In my case, the error message is something like this:
[7982 ms] Command failed: /root/.vscode-server/bin/6c3e3dba23e8fadc360aed75ce363ba185c49794/bin/code-server --log debug --force-disable-user-env --server-data-dir /root/.vscode-server --use-host-proxy --telemetry-level all --accept-server-license-terms --host 127.0.0.1 --port 0 --connection-token-file /root/.vscode-server/data/Machine/.connection-token-6c3e3dba23e8fadc360aed75ce363ba185c49794 --extensions-download-dir /root/.vscode-server/extensionsCache --install-extension ms-azuretools.vscode-docker --install-extension arrterian.nix-env-selector --install-extension bbenoist.Nix --install-extension jnoortheen.nix-ide --install-extension brettm12345.nixfmt-vscode --start-server --disable-websocket-compression
[7982 ms] /vscode/vscode-server/bin/linux-arm64/6c3e3dba23e8fadc360aed75ce363ba185c49794/node: error while loading shared libraries: libdl.so.2: cannot open shared object file: No such file or directory
Step 3: Debugging/Investigating the containers
If you see the second line, it failed to execute node
binaries because the shared library can’t be found.
It is expected if you are using Nix.
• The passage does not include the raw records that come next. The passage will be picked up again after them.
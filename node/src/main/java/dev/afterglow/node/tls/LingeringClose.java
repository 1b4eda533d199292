package dev.afterglow.node.tls;

import io.netty.channel.ChannelDuplexHandler;
import io.netty.channel.ChannelHandlerContext;
import io.netty.channel.ChannelPromise;
import io.netty.channel.socket.SocketChannel;
import io.netty.util.ReferenceCountUtil;
import java.util.concurrent.TimeUnit;

/**
 * First in a TLS connection's pipeline, before the {@code SslHandler}: once {@link #arm armed} by a
 * failed handshake, it turns the close that follows into a staged one. The node's output is shut
 * down right after the TLS alert (the client reads the alert, then end of stream), whatever the
 * client still sends is read and dropped, and the connection is closed when the client closes or
 * after {@link #LINGER_MS}. Closing at once would make the kernel answer the client's in-flight bytes
 * with a reset, which can discard the alert before the client reads it (with TLS 1.3 a client
 * writes its first request right after its side of the handshake, before the node has judged its
 * certificate). A staged close is common practice for servers that close with a reply the client
 * must see (RFC 9112, section 9.6). One instance per connection; runs on its I/O thread.
 */
final class LingeringClose extends ChannelDuplexHandler {
    /** Longest time a refused connection stays half-open. */
    static final long LINGER_MS = 1_000;

    private boolean armed;
    private boolean lingering;

    /** The next close is staged, and input from now on is dropped. */
    void arm() {
        armed = true;
    }

    @Override
    public void channelRead(ChannelHandlerContext ctx, Object msg) {
        if (armed) {
            ReferenceCountUtil.release(msg);
            return;
        }
        ctx.fireChannelRead(msg);
    }

    @Override
    public void close(ChannelHandlerContext ctx, ChannelPromise promise) {
        if (!armed || !(ctx.channel() instanceof SocketChannel ch) || !ch.isActive()) {
            ctx.close(promise);
            return;
        }
        ch.closeFuture().addListener(f -> promise.trySuccess());
        if (lingering) {
            return;
        }
        lingering = true;
        ctx.flush();
        ch.shutdownOutput();
        // The client's end of stream closes the channel at once (no half-closure allowed); this is the limit.
        ctx.executor().schedule(() -> ctx.close(), LINGER_MS, TimeUnit.MILLISECONDS);
    }
}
However, I already uses Nix-LD.
So, this was not supposed to happen.
To prove it, I will use docker exec to directly call this binaries.
The call is as simple as this:
# from the host terminal, my Linux VM
# my devcontainer name is nixos-devcontainer-1
docker exec -it nixos-devcontainer-1 /vscode/vscode-server/bin/linux-arm64/6c3e3dba23e8fadc360aed75ce363ba185c49794/node --version
The call above succesfully returns the node version. So the error is probably somewhere else.
To investigate further, we want to know what command exactly is executed by VSCode
Step 3: Use socat to intercept docker API
In the above error message, the logs actually prints the command being executed. But only the command, not the whole context being sent to Docker API.
We can use socat to make Unix Socket forwarder while printing out the message transferred between the socket.
This command, create another socket tcp://localhost:2345
that will forward the messages to the real Docker API unix socket in
unix:///var/run/docker.sock
. The terms &> /tmp/socat.log
output the debug messages to a file /tmp/socat.log
socat -d -v -d TCP-L:2345,fork UNIX:/var/run/docker.sock &> /tmp/socat.log
Next, just open the file /tmp/socat.log
in your favorite editor. I use separate VSCode window to view the file so I can search the exact command.
I searched the error message and found the call to exec API.
When I reconstruct the same call and execute it via docker exec, the call succeed.
So, I can only guess that the call itself is a success, but it either can’t be started immediately after container spawned, or the subprocess of that call is the one who failed. In this case, I don’t have any way to fix this issue.
Remark
Above step-by-step notes showed the problem, but I’m still not sure how to fix it. It is highly likely that the call failed because the container was not ready yet. Interestingly, if I wait for a bit, even by doing nothing. Then reload the VSCode window, this time it was succesfully connected to the devcontainer. The shell and environment works fine.
The ideal solution would be to just patch all the nodejs binaries inside vscode-server directory under the vscode docker volumes. However, I wasn’t sure where to inject that process in the given lifecycle. Especially in GitHub Codespaces where you don’t know when Codespace inject the nodejs and code-server component.